* Saved data entries
+ + + + + + +

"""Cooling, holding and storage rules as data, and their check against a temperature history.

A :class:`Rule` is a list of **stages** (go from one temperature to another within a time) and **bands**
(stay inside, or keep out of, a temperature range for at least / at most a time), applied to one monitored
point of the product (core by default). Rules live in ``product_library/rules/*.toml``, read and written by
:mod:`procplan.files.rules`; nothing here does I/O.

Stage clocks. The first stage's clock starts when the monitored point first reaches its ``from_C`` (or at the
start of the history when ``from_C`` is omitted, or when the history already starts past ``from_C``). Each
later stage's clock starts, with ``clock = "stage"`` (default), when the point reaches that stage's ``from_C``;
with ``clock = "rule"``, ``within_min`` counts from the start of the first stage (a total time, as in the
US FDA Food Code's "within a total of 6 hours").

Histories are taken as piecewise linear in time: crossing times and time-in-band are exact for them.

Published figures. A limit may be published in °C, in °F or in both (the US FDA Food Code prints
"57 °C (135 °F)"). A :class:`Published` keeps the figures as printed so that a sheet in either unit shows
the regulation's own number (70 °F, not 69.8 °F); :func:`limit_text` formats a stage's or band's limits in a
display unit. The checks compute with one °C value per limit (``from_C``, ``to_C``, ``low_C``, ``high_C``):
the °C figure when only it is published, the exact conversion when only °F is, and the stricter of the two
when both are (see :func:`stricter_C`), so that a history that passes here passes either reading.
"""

+ + + + + + +

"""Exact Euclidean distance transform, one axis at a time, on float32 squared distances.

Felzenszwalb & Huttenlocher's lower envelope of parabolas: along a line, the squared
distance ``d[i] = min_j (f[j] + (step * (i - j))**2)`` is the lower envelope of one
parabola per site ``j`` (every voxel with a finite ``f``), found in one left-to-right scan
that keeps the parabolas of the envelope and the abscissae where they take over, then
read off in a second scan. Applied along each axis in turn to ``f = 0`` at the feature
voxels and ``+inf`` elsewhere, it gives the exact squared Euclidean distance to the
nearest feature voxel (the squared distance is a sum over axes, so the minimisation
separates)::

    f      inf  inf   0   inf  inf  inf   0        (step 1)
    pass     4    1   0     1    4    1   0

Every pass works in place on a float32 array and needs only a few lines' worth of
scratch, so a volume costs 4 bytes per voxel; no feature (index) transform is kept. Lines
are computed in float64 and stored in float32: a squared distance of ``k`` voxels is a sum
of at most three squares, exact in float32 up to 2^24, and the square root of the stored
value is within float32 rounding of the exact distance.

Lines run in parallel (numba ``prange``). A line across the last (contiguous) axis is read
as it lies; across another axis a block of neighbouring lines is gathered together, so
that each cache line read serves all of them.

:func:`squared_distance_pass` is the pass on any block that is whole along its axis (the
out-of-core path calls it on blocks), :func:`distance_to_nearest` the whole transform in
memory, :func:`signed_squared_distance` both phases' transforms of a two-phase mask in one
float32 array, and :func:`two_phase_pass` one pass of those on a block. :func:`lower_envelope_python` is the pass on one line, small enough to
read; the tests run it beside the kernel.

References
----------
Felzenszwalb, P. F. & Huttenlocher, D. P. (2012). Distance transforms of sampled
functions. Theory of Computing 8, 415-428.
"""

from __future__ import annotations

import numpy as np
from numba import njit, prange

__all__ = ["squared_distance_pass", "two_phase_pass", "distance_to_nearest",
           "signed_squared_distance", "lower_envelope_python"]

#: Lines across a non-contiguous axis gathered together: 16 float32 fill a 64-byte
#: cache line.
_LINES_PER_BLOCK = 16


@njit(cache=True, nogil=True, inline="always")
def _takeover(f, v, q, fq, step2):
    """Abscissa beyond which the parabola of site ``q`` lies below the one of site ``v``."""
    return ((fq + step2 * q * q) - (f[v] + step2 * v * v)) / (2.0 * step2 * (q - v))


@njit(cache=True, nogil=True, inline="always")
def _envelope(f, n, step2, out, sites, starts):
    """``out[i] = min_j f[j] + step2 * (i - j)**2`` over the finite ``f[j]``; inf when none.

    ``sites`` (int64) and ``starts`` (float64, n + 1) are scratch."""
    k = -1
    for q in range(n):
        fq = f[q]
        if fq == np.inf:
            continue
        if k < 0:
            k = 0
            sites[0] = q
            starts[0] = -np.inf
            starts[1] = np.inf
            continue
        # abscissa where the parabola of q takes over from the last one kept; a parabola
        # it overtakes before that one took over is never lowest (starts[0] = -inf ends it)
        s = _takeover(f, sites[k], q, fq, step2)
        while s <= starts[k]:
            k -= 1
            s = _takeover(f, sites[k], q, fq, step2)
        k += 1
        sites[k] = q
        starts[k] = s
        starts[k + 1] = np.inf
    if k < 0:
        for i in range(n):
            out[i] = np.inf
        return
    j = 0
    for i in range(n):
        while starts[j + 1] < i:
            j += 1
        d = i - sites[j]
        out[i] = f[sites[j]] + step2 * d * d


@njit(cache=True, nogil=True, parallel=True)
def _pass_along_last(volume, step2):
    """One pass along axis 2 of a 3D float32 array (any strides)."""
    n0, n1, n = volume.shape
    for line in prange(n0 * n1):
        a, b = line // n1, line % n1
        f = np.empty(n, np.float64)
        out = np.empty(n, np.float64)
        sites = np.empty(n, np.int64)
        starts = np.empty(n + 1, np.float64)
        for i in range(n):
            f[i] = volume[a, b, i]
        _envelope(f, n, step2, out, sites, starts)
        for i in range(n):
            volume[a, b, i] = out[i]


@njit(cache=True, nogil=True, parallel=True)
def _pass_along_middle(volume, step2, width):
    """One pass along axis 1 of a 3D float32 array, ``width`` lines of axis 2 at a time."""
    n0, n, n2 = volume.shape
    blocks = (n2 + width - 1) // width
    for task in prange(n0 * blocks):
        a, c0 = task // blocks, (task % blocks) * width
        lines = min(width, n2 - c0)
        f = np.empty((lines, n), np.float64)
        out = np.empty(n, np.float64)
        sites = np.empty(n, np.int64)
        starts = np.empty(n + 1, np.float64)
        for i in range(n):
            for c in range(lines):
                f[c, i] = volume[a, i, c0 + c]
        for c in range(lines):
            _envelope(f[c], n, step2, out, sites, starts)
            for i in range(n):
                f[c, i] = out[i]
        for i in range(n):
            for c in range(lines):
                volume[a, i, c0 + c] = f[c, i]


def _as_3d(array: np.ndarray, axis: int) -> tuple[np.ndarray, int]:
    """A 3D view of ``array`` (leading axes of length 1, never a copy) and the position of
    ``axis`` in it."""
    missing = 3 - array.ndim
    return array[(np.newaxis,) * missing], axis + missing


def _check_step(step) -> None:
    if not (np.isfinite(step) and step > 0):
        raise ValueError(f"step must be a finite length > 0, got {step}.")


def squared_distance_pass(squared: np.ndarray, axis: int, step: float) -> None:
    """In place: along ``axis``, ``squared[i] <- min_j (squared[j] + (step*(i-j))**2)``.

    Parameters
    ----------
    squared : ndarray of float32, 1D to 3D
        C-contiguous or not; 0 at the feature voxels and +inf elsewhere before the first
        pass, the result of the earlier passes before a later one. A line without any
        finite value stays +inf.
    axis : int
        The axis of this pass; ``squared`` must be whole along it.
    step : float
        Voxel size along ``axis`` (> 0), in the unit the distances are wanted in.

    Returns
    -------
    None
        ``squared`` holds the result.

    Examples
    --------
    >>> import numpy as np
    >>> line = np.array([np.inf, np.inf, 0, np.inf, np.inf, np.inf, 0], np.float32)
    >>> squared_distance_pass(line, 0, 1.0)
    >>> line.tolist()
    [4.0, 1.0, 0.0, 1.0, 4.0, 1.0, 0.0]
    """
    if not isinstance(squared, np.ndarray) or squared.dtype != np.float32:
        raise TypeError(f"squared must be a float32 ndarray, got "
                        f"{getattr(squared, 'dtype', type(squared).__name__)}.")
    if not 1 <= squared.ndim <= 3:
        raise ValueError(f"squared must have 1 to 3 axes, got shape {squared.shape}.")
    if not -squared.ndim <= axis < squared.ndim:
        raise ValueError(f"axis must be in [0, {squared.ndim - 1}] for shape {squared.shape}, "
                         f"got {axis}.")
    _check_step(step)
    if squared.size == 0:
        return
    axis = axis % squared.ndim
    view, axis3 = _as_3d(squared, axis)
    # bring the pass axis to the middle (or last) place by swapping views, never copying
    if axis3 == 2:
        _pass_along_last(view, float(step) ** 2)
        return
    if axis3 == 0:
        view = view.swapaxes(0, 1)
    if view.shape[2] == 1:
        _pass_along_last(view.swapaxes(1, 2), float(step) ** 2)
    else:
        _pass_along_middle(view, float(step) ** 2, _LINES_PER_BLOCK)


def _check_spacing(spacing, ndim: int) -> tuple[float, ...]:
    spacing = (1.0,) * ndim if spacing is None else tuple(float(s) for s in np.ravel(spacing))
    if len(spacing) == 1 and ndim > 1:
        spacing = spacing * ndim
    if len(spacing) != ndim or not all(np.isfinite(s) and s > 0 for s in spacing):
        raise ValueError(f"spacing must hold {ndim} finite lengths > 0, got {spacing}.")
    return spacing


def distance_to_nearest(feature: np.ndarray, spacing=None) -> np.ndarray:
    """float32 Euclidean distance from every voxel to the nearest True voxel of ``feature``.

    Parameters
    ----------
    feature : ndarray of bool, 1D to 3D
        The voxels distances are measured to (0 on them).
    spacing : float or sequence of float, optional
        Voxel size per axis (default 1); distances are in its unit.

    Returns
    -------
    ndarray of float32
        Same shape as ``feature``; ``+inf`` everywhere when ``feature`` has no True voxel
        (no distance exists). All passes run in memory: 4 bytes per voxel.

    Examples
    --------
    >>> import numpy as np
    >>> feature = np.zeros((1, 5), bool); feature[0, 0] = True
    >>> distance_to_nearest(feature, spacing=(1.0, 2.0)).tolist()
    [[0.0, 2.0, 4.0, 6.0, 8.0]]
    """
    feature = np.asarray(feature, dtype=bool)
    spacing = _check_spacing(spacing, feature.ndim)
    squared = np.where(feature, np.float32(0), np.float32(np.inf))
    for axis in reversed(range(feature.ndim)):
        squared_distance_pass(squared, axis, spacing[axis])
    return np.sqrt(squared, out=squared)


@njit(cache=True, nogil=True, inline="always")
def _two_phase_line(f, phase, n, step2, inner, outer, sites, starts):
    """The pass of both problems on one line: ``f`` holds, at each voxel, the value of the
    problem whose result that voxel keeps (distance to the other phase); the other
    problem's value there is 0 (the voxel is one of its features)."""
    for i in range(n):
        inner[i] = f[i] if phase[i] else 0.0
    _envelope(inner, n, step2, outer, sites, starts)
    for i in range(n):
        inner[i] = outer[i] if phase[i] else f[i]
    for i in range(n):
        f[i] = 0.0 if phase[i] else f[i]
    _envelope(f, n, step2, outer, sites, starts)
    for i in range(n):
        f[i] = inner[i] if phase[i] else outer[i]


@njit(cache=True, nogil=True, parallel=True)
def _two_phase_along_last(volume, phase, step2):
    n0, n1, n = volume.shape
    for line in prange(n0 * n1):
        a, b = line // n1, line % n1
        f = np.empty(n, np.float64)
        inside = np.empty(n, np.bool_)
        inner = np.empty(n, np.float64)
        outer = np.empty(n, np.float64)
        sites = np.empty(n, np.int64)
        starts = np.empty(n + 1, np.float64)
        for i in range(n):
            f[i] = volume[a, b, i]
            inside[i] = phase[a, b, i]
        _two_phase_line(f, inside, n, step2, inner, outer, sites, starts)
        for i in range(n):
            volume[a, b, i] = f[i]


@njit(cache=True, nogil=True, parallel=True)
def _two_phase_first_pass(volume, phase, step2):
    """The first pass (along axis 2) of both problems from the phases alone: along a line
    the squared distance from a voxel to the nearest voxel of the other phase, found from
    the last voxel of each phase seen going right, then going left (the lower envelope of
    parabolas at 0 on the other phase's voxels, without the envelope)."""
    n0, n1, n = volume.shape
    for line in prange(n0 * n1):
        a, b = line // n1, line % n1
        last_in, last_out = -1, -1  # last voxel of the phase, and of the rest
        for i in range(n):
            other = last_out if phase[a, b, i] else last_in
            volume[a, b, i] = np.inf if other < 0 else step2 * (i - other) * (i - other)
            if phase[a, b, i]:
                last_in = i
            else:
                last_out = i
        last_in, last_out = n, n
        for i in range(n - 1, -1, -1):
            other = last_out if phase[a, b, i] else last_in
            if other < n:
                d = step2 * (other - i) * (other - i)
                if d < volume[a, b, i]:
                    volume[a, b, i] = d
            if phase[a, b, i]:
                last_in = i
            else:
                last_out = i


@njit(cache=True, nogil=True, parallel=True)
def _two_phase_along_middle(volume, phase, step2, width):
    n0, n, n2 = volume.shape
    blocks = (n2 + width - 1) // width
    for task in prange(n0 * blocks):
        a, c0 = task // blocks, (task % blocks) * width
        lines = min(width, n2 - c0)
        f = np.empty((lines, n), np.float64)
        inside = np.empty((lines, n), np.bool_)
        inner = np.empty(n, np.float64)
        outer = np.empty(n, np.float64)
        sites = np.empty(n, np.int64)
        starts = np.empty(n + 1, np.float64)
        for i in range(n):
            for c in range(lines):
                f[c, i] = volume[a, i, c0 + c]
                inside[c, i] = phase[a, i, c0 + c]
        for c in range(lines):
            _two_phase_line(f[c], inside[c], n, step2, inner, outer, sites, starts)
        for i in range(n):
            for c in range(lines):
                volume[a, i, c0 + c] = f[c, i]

+ + + + + + +

* Description of the task
Report the lines above that contain "stored".

* Output below
are computed in float64 and stored in float32: a squared distance of ``k`` voxels is a sum
of at most three squares, exact in float32 up to 2^24, and the square root of the stored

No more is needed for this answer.